Mr. Darragh, age 32, joined the Company in August 2009 as Corporate Controller and became the Vice President of Finance in September 2011. Prior to joining Vision-Sciences, from 2006 to 2009, he was Director of Corporate Accounting & Financial Reporting at Datascope Corp., a publicly traded medical device manufacturer that was acquired by Getinge Group. Mr. Darragh held positions of increasing responsibility in accounting and finance at SYMS Corp, Sankyo Pharma, Inc., and Genzyme Biosurgery Corp. Mr. Darragh is a certified public accountant and chartered global management accountant, and holds a B.S. (summa cum laude) and an M.B.A. from Montclair State University.

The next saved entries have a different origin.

import { describe, expect, it } from 'vitest';
import { GroomError } from '@/lib/groom/errors';
import { parseGroomSpec, parseGroomSpecJson, SPEC_VERSION, specToJson, validateGroomSpec } from '@/lib/groom/spec/spec';

/** The fixed core of the spec exactly as DESIGN.md publishes it (specVersion 1). */
const FIXED_CORE_EXAMPLE = {
  specVersion: 1,
  units: 'cm',
  field: {
    order: 1,
    singularities: [
      { point: [0.0, 12.5, 3.1], index: 1 },
      { vertex: 812, index: -1 },
    ],
  },
};

function problemPath(input: unknown): string {
  try {
    parseGroomSpec(input);
  } catch (error) {
    expect(error).toBeInstanceOf(GroomError);
    expect((error as GroomError).code).toBe('invalid-spec');
    expect((error as GroomError).message.startsWith((error as GroomError).path!)).toBe(true);
    return (error as GroomError).path!;
  }
  throw new Error('the spec was accepted');
}

const minimal = (extra: Record<string, unknown> = {}) => ({ specVersion: 2, units: 'cm', field: {}, ...extra });

describe('groom spec', () => {
  it('reads the published fixed core (version 1) and migrates it to the current version', () => {
    const spec = parseGroomSpec(FIXED_CORE_EXAMPLE);
    expect(spec.specVersion).toBe(SPEC_VERSION);
    expect(spec.upAxis).toBe('y');
    expect(spec.field.singularities).toEqual([
      { point: [0, 12.5, 3.1], index: 1, handedness: 'counterclockwise' },
      { vertex: 812, index: -1, handedness: 'counterclockwise' },
    ]);
    expect(spec.guides.density).toBe(1);
  });

  it('migrates version 1 curl and pins to their version 2 places', () => {
    const spec = parseGroomSpec({
      ...FIXED_CORE_EXAMPLE,
      guides: { length: 30, curl: 2, curlWavelength: 8, pins: [{ attribute: 'length', vertex: 3, value: 1.5 }] },
      units: 'mm',
    });
    expect(spec.guides.curl).toEqual({ amplitude: 2, wavelength: 8 });
    expect(spec.pins).toEqual([{ attribute: 'length', vertex: 3, value: 1.5 }]);
    expect(spec.guides.length).toBe(30);
  });

  it('fills unit-dependent defaults in the declared units', () => {
    expect(parseGroomSpec(minimal({ units: 'mm' })).guides.length).toBeCloseTo(20);
    expect(parseGroomSpec(minimal({ units: 'm' })).guides.length).toBeCloseTo(0.02);
    expect(parseGroomSpec(minimal({ units: 'in' })).guides.curl.wavelength).toBeCloseTo(1 / 2.54);
  });

  it('rejects unknown fields with their path', () => {
    expect(problemPath(minimal({ colour: 'red' }))).toBe('colour');
    expect(problemPath(minimal({ guides: { densty: 3 } }))).toBe('guides.densty');
    expect(problemPath(minimal({ field: { singularities: [{ vertex: 1, index: 1, swirl: 3 }] } }))).toBe('field.singularities[0].swirl');
    expect(problemPath({ ...FIXED_CORE_EXAMPLE, field: { ...FIXED_CORE_EXAMPLE.field, boundary: 'free' } })).toBe('field.boundary');
  });

  it('rejects values out of range with their path', () => {
    expect(problemPath(minimal({ guides: { lift: 95 } }))).toBe('guides.lift');
    expect(problemPath(minimal({ guides: { density: -1 } }))).toBe('guides.density');
    expect(problemPath(minimal({ guides: { pointsPerGuide: 1 } }))).toBe('guides.pointsPerGuide');
    expect(problemPath(minimal({ guides: { droop: 1.5 } }))).toBe('guides.droop');
    expect(problemPath(minimal({ units: 'ft' }))).toBe('units');
    expect(problemPath(minimal({ field: { order: 13 } }))).toBe('field.order');
    expect(problemPath(minimal({ field: { singularities: [{ vertex: 1, index: 0.5 }] } }))).toBe('field.singularities[0].index');
    expect(problemPath(minimal({ field: { order: 4, singularities: [{ vertex: 1, index: 0.25 }, { vertex: 2, index: 0.3 }] } }))).toBe('field.singularities[1].index');
    expect(problemPath(minimal({ pins: [{ attribute: 'length', point: [0, 0, 0], value: 11 }] }))).toBe('pins[0].value');
    expect(problemPath(minimal({ field: { singularities: [{ vertex: 1, point: [0, 0, 0], index: 1 }] } }))).toBe('field.singularities[0]');
    expect(problemPath(minimal({ guides: { density: 2, count: 100 } }))).toBe('guides');
    expect(problemPath({ ...minimal(), specVersion: 7 })).toBe('specVersion');
  });

  it('lists every problem at once for the editor', () => {
    const result = validateGroomSpec(minimal({ guides: { lift: -1, droop: 2, extra: true } }));
    expect(result.problems?.map((p) => p.path).sort()).toEqual(['guides.droop', 'guides.extra', 'guides.lift']);
  });

  it('writes itself as JSON that reads back to the same spec', () => {
    const spec = parseGroomSpec({ ...minimal(), name: 'Marten winter coat', field: { partings: [{ points: [[0, 1, 0], [0, 1, 1]] }] }, pins: [{ attribute: 'lift', vertex: 2, value: 0.5 }] });
    const text = specToJson(spec);
    expect(parseGroomSpecJson(text)).toEqual(spec);
    expect(text.endsWith('}\n')).toBe(true);
    expect(() => parseGroomSpecJson('{ not json')).toThrow(/not valid JSON/);
  });
});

The Company and Ms. Wolf have entered into a Separation and Release Agreement (the "Separation Agreement") pursuant to which Ms. Wolf resigned as an officer of the Company and its subsidiaries, effective August 28, 2012. The Separation Agreement amends the Employment Letter dated September 16, 2008 between the Company and Ms. Wolf (the "Wolf Employment Letter"). Pursuant to the Separation Agreement, and in lieu of any contractual benefits that may have been due under the Wolf Employment Letter, the Company and Ms. Wolf have agreed that the Company will vest the balance of her options to purchase Company common stock originally scheduled to vest on September 16, 2012, and eliminated the restrictions on the balance of her previous grant of Company restricted common stock. The parties also have agreed that the Company will reimburse Ms. Wolf for 12 months of monthly COBRA health insurance premiums and will provide 12 months of base salary. The Separation Agreement contains mutual releases and other customary covenants between the parties.
(e) The material terms of the Darragh Employment Letter
include i) an annual base salary of $200,000,
ii) previously granted stock options, vesting over four
years, to purchase up to 180,000 shares of common stock
of the Company's and iii) an award of 8,430 shares of
restricted common stock of the Company, with
restrictions lapsing over four years.